In the case of Fornieri, can an indictment justify breaking off the relationship?
Posted the 27 June 2021As part of the ‘Nethys’ judicial wave, François Fornieri, current CEO of the listed pharmaceutical company Mithra, was charged on Friday and placed under arrest. The charges relate in particular to misuse of corporate assets...
As part of the judicial wave surrounding “Nethys,” Mr. François Fornieri, the current CEO of the publicly traded pharmaceutical company Mithra, was charged this Friday and placed under arrest.
The charges reportedly include misuse of company assets and embezzlement allegedly committed during his tenure as a board member and chair of the remuneration committee at Nethys.
This raises the question of whether such charges can justify severing ties with Mithra, given that the alleged acts are unrelated to the company and that Mr. Fornieri remains innocent until proven guilty.

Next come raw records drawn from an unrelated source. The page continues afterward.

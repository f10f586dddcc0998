import { How } from '@/components/ui/How';
import { volumeText } from '@/components/ui/units';
import type { BenchRequest, BenchVerdict } from '@/lib/core/bottling/bench';
import { BOTTLES, CLOSURE_CATALOGUE, howOfHolds } from '@/lib/core/bottling/bottles';
import { howOfPlan } from '@/lib/core/bottling/plan';
import { limitOf } from './Tubes';
import { sizeWords } from './words';

const range = ({ lo, hi }: { lo: number; hi: number }) => (hi - lo < 0.05 ? hi.toFixed(1) : `${lo.toFixed(1)}–${hi.toFixed(1)}`);

/** Every bottle of the plan: how many, the gas and the pressure in it, and what it holds. */
export function BottleTable({ verdict, request }: { verdict: BenchVerdict; request: BenchRequest }) {
  const { plan, bottles, residual, remaining } = verdict;
  return (
    <section aria-label="Plan" className="border-t">
      <p className="type-body px-(--margin) pb-1 pt-3">
        {plan.filled.map((filled) => (
          <span key={filled.key} className="fig">
            {filled.count} × {sizeWords(filled.sizeMl)}{' '}
          </span>
        ))}
        {plan.bottles > 0 && (
          <>
            takes <span className="fig">{volumeText(plan.bottledL)}</span>; <span className="fig">{volumeText(plan.lostL)}</span> stays on the lees
            {plan.overL >= 0.01 && (
              <>
                , <span className="fig">{volumeText(plan.overL)}</span> over for a tasting glass
              </>
            )}
            .{' '}
          </>
        )}
      </p>
      <How of="How many bottles" how={howOfPlan(request.volumeL, plan, request.bottles.map(({ key, choice, atHand }) => ({ key, sizeMl: choice.sizeMl, atHand })))} className="px-(--margin)" />
      <div className="type-label flex flex-wrap gap-x-6 px-(--margin) pb-2 text-ink2">
        <span>
          gas there already {range(residual.value)} volumes <How of="Gas there already" how={residual.how} />
        </span>
        <span>
          may still ferment, at most {remaining.value.hi.toFixed(1)} points <How of="Sugar that may still ferment" how={remaining.how} />
        </span>
      </div>
      {bottles.length > 0 && (
        <div className="relative overflow-x-auto" tabIndex={0} role="region" aria-label="Every bottle">
          <table className="type-label w-full min-w-[640px] border-t text-left">
            <thead>
              <tr className="bg-desk text-ink2 [&>th]:px-2 [&>th]:py-1 [&>th]:font-medium [&>th:first-child]:pl-(--margin)">
                <th scope="col">bottle</th>
                <th scope="col">count</th>
                <th scope="col">volumes</th>
                <th scope="col">cellar</th>
                <th scope="col">warmest</th>
                <th scope="col">at worst</th>
                <th scope="col">holds</th>
              </tr>
            </thead>
            <tbody>
              {bottles.map((bottle) => {
                const limit = limitOf(bottle);
                const over = bottle.worst.bar > limit;
                return (
                  <tr key={bottle.key} className="border-t border-rule [&>*]:px-2 [&>*]:py-1.5 [&>*:first-child]:pl-(--margin)">
                    <th scope="row" className="font-medium">
                      {BOTTLES[bottle.choice.kind].name}, {sizeWords(bottle.choice.sizeMl)}
                      <span className="block text-ink2">{CLOSURE_CATALOGUE[bottle.choice.closure].name}</span>
                    </th>
                    <td>{bottle.count}</td>
                    <td>
                      {range(bottle.volumes.value)} <How of="Gas as asked" how={bottle.volumes.how} />
                    </td>
                    {(['cellar', 'warm', 'worst'] as const).map((at) => (
                      <td key={at} className={at === 'worst' && over ? 'font-semibold text-madder' : ''}>
                        {bottle[at].bar.toFixed(1)} bar{at === 'worst' && over ? ', over' : ''} <How of={`Pressure ${at === 'cellar' ? 'in the cellar' : at === 'warm' ? 'at the warmest' : 'at worst'}`} how={bottle[at].how} />
                      </td>
                    ))}
                    <td>
                      {bottle.holds.rating === 'never' ? 'still only' : `${limit.toFixed(1)} bar${bottle.holds.confirmed ? '' : ', usual'}`}{' '}
                      <How of="What it holds" how={howOfHolds(bottle.choice)} />
                    </td>
                  </tr>
                );
              })}
            </tbody>
          </table>
        </div>
      )}
    </section>
  );
}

If Mr. Fornieri were employed under an employment contract with Mithra—which is presumably not the case—the first effect of preventive detention would be the automatic suspension of the employment contract, as explicitly provided by the law of July 3, 1978, on employment contracts (Article 28, 5°).
Regarding termination, preventive detention cannot be equated to force majeure since it is not permanent. Termination without compensation on the grounds of force majeure would only be possible in the case of a definitive conviction involving imprisonment, which would, de facto, make it impossible to continue the employment contract.
However, consistent case law establishes that private matters or actions unrelated to the employment relationship can justify dismissal for serious cause when they amount to misconduct so severe that it undermines the employer’s trust. The alleged acts in Mr. Fornieri’s case could clearly constitute such grounds for serious cause, even though they are unrelated to Mithra.
In the context of criminal proceedings, the key question is when to terminate the contract, as the law of July 3, 1978, requires action within three days of the misconduct (or becoming aware of it). In some cases, the facts will be so evident at the time of indictment that termination can occur without waiting for the end of the criminal proceedings. In others, it may be necessary to wait until conviction, or even until all appeals are exhausted, making the decision complex.
According to available information, Mr. Fornieri operates as Mithra's CEO through a management company (Yima SPRL), a fairly standard structure for tax purposes. This management company—of which Mr. Fornieri is the manager and permanent representative—was appointed as the director responsible for daily management, i.e., the CEO. There is some confusion here, as the company's website omits any mention of this arrangement.
In this case, the question of termination will depend entirely on the wording of the service contract, particularly the clauses on termination for serious cause, and the governance policies adopted by the company. Publicly traded companies are required to implement a governance code.
In Mithra’s case, the governance code available online includes a succession plan stating that in the event of the CEO’s “unavailability” for less than six months, the CFO assumes the CEO’s duties. In this case, no board decision is necessary except to formally note the transition into “succession mode.” However, if the unavailability exceeds six months, the board of directors may decide, if it deems the situation a risk to the company, to revoke the CEO. Subject to the terms of the agreement between Mithra and Yima SPRL, the decision on Mr. Fornieri’s position would thus arise only after six months of absence.
This likely explains why, at this stage, only an interim CEO has been appointed, despite the apparent gravity of the charges—bearing in mind the presumption of innocence—and while Mithra, according to its governance and ethics codes, claims to apply “a zero-tolerance approach to corruption and bribery in all forms.”